**Records supplied:**
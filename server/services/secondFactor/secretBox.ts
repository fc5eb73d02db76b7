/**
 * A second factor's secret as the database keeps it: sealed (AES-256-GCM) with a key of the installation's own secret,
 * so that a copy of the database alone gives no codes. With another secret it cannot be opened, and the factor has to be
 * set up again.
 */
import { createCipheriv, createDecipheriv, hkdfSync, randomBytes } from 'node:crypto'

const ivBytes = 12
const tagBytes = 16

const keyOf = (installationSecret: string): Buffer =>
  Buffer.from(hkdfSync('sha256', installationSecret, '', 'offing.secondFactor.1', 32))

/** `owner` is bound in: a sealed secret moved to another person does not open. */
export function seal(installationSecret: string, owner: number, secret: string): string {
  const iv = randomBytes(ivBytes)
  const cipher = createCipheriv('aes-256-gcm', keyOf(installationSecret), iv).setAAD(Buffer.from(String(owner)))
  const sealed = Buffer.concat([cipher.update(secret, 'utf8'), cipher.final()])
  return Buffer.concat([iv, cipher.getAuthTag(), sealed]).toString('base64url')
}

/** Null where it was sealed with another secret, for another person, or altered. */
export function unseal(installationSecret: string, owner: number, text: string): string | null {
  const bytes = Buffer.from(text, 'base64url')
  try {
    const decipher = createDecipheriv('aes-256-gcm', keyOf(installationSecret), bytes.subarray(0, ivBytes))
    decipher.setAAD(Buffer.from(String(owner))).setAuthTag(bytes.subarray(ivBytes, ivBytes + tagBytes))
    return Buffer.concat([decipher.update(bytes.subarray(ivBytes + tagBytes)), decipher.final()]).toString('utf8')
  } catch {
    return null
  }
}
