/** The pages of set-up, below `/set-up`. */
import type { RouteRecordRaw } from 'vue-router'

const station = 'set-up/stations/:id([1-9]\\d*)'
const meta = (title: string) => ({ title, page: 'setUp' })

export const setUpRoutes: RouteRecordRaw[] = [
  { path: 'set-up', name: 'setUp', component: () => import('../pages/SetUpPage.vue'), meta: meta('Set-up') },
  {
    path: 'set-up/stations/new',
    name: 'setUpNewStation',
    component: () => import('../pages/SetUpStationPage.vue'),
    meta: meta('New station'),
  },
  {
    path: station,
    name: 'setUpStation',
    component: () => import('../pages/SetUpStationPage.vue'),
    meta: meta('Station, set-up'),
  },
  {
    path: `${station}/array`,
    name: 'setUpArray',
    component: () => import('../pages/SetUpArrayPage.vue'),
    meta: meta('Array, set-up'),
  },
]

---

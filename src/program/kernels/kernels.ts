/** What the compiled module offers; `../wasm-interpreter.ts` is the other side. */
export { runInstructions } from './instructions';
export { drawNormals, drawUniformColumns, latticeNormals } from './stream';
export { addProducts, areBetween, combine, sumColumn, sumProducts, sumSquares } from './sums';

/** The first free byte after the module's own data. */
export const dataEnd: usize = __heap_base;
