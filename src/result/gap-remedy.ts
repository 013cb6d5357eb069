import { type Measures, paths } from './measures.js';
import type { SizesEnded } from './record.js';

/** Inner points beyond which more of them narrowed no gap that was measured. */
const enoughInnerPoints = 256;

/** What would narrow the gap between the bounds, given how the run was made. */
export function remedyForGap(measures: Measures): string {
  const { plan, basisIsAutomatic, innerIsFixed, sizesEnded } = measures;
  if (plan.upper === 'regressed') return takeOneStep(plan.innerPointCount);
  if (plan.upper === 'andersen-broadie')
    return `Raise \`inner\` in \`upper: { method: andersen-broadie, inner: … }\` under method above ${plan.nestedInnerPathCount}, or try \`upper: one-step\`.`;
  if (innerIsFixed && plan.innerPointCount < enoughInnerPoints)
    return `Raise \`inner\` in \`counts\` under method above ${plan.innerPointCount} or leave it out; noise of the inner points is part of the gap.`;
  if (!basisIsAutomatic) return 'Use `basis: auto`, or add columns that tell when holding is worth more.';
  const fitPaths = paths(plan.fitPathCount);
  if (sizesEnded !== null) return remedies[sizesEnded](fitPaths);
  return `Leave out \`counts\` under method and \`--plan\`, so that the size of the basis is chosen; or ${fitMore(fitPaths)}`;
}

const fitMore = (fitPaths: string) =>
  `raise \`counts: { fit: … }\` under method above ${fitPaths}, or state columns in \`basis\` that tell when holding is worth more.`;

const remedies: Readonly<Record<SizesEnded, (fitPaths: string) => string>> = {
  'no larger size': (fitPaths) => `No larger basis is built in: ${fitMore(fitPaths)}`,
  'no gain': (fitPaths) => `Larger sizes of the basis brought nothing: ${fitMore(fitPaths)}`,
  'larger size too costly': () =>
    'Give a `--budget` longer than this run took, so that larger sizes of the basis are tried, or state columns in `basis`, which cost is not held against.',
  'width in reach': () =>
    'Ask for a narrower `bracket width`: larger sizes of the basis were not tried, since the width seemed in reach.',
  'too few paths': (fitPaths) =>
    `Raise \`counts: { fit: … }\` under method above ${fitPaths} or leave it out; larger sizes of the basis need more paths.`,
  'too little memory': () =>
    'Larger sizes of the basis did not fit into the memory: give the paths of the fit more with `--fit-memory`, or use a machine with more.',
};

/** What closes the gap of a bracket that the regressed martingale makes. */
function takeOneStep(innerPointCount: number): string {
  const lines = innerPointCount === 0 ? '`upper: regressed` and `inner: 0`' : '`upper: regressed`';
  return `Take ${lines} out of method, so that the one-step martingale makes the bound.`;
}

**Work task:** Set down, exactly as they stand above, the lines starting with the line with "filename server/services/secondFactor/secretBox.ts" and going on through the line with "const meta = (title: string)", and no others.

**Written answer:**
filename server/services/secondFactor/secretBox.ts
repository fc5eb73d02db76b7
/**
 * A second factor's secret as the database keeps it: sealed (AES-256-GCM) with a key of the installation's own secret,
 * so that a copy of the database alone gives no codes. With another secret it cannot be opened, and the factor has to be
 * set up again.
 */
import { createCipheriv, createDecipheriv, hkdfSync, randomBytes } from 'node:crypto'

const ivBytes = 12
const tagBytes = 16

const keyOf = (installationSecret: string): Buffer =>
  Buffer.from(hkdfSync('sha256', installationSecret, '', 'offing.secondFactor.1', 32))

/** `owner` is bound in: a sealed secret moved to another person does not open. */
export function seal(installationSecret: string, owner: number, secret: string): string {
  const iv = randomBytes(ivBytes)
  const cipher = createCipheriv('aes-256-gcm', keyOf(installationSecret), iv).setAAD(Buffer.from(String(owner)))
  const sealed = Buffer.concat([cipher.update(secret, 'utf8'), cipher.final()])
  return Buffer.concat([iv, cipher.getAuthTag(), sealed]).toString('base64url')
}

/** Null where it was sealed with another secret, for another person, or altered. */
export function unseal(installationSecret: string, owner: number, text: string): string | null {
  const bytes = Buffer.from(text, 'base64url')
  try {
    const decipher = createDecipheriv('aes-256-gcm', keyOf(installationSecret), bytes.subarray(0, ivBytes))
    decipher.setAAD(Buffer.from(String(owner))).setAuthTag(bytes.subarray(ivBytes, ivBytes + tagBytes))
    return Buffer.concat([decipher.update(bytes.subarray(ivBytes + tagBytes)), decipher.final()]).toString('utf8')
  } catch {
    return null
  }
}
/** The pages of set-up, below `/set-up`. */
import type { RouteRecordRaw } from 'vue-router'

const station = 'set-up/stations/:id([1-9]\\d*)'
const meta = (title: string) => ({ title, page: 'setUp' })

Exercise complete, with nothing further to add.